Die Situation ist schlimm.

In Sambia erreicht die AIDS-Seuche katastrophales Ausmass. Obwohl die meisten mit HIV Infizierten Erwachsene sind, sind die Auswirkungen von AIDS in der ganzen Gesellschaft zu spüren: vom jüngsten Waisenkind bis zur ältesten Grossmutter, die für ihre Enkel sorgen muss. Sie finden die aktuellsten Statistiken bei UNAIDS (www.unaids.org)

In Sambia ist fast jedes fünfte Kind einWaisenkind, und in der Copperbelt (Kupfergurtel) Region wo wir arbeiten ist die Situation noch schlimmer, vielleicht jedes vierte Kind.

Waisenkinder sind kein neues Problem in Sambia, aber sein jetziges Ausmass ist es. In der Vergangenheit haben sich Tanten und Onkel der verwaisten Kinder um sie gekümmert und sie in ihre Häuser aufgenommen. Heutzutage sind die Tanten und Onkel sehr oft ebenfalls schon tot oder zu arm, um zu helfen.

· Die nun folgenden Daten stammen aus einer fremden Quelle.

/** The result as CSV: the tool's main table, or every scalar as field,value rows. */
export function toCsv(tool, response) {
  const rows = rowsOf(response, tool.table);
  if (rows.length) {
    const cols = [];
    const flat = rows.map((r) => {
      const o = {};
      const walk = (obj, prefix) => {
        for (const [k, v] of Object.entries(obj)) {
          const p = prefix ? prefix + "." + k : k;
          if (v !== null && typeof v === "object" && !Array.isArray(v)) {
            walk(v, p);
          } else {
            o[p] = v;
            if (!cols.includes(p)) {
              cols.push(p);
            }
          }
        }
      };
      walk(r, "");
      return o;
    });
    return [cols.join(",")].concat(flat.map((o) => cols.map((c) => csvCell(o[c])).join(","))).join("\n") + "\n";
  }
  const lines = ["field,value"];
  const walk = (obj, prefix) => {
    for (const [k, v] of Object.entries(obj)) {
      const p = prefix ? prefix + "." + k : k;
      if (v !== null && typeof v === "object" && !Array.isArray(v)) {
        walk(v, p);
      } else if (!Array.isArray(v)) {
        lines.push(csvCell(p) + "," + csvCell(v));
      }
    }
  };
  walk(response, "");
  return lines.join("\n") + "\n";
}

async function download(last, kind) {
  const name = `tectomelt-${last.tool.id}.${kind}`;
  if (kind === "csv" && last.tool.csv === "service") {
    // the service's own CSV of the same request (Accept: text/csv), e.g. one column per element
    const status = document.getElementById("copy-status");
    try {
      const res = await fetch(apiUrl(last.tool.endpoint), { method: "POST", body: JSON.stringify(last.body),
        headers: Object.assign(headers(true), { Accept: "text/csv" }) });
      const text = await res.text();
      if (!res.ok || !/text\/csv/.test(res.headers.get("Content-Type") || "")) {
        throw new Error(`HTTP ${res.status}`);
      }
      saveBlob(new Blob([text], { type: "text/csv" }), name);
      status.textContent = "";
    } catch (e) {
      status.textContent = "The CSV could not be fetched from the service: " + String(e.message || e);
    }
    return;
  }
  const text = kind === "csv" ? toCsv(last.tool, last.response) : JSON.stringify(last.response, null, 2) + "\n";
  saveBlob(new Blob([text], { type: kind === "csv" ? "text/csv" : "application/json" }), name);
}

function shellQuote(s) {
  return "'" + s.replace(/'/g, "'\\''") + "'";
}

/** A curl command that sends the same request; a token is referenced, never copied. */
export function curlCommand(url, body, withToken) {
  const lines = [`curl -sS -X POST ${shellQuote(url)}`, `  -H 'Content-Type: application/json'`];
  if (withToken) {
    lines.push(`  -H "Authorization: Bearer $TECTOMELT_TOKEN"`);
  }
  lines.push(`  -d ${shellQuote(JSON.stringify(body))}`);
  return lines.join(" \\\n");
}

async function copyCurl(last) {
  const text = curlCommand(last.url, last.body, token() !== "");
  const area = document.getElementById("curl-text");
  const status = document.getElementById("copy-status");
  area.value = text;
  area.hidden = false;
  let copied = false;
  try {
    if (navigator.clipboard && window.isSecureContext) {
      await navigator.clipboard.writeText(text);
      copied = true;
    }
  } catch (e) {
    copied = false;
  }
  if (!copied) {
    area.focus();
    area.select();
    try {
      copied = document.execCommand("copy");
    } catch (e) {
      copied = false;
    }
  }
  status.textContent = copied ? "Copied." : "Select the command below and copy it.";
  if (token()) {
    status.textContent += " It reads the token from $TECTOMELT_TOKEN.";
  }
}

init().catch((e) => {
  document.getElementById("tools").replaceChildren(h("p", { class: "form-error" }, "The page failed to start: " + e.message));
});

Als Reaktion auf die AIDS-Krise hat der Weltfonds für AIDS, Tuberkulose und Malaria (Global Fund) beträchtliche Summen aufgebracht - und Sambia erhält  einen Anteil davon - aber nur sehr wenig von diesem Geld kann für Bildung verwendet werden. Wir glauben, dass Bildung und Gesundheitserziehung die einzige praktische Langzeit-Anti-AIDS-Strategie sind, die Afrika sich leisten kann.

'Bildung öffnet ein Fenster der Hoffnung wie kein anderes, um dem Griff von HIV/AIDS zu entkommen.' World Bank 2002


Eine Großmutter, die sich um das Kind ihrer verstorbenen Tochter kümmert.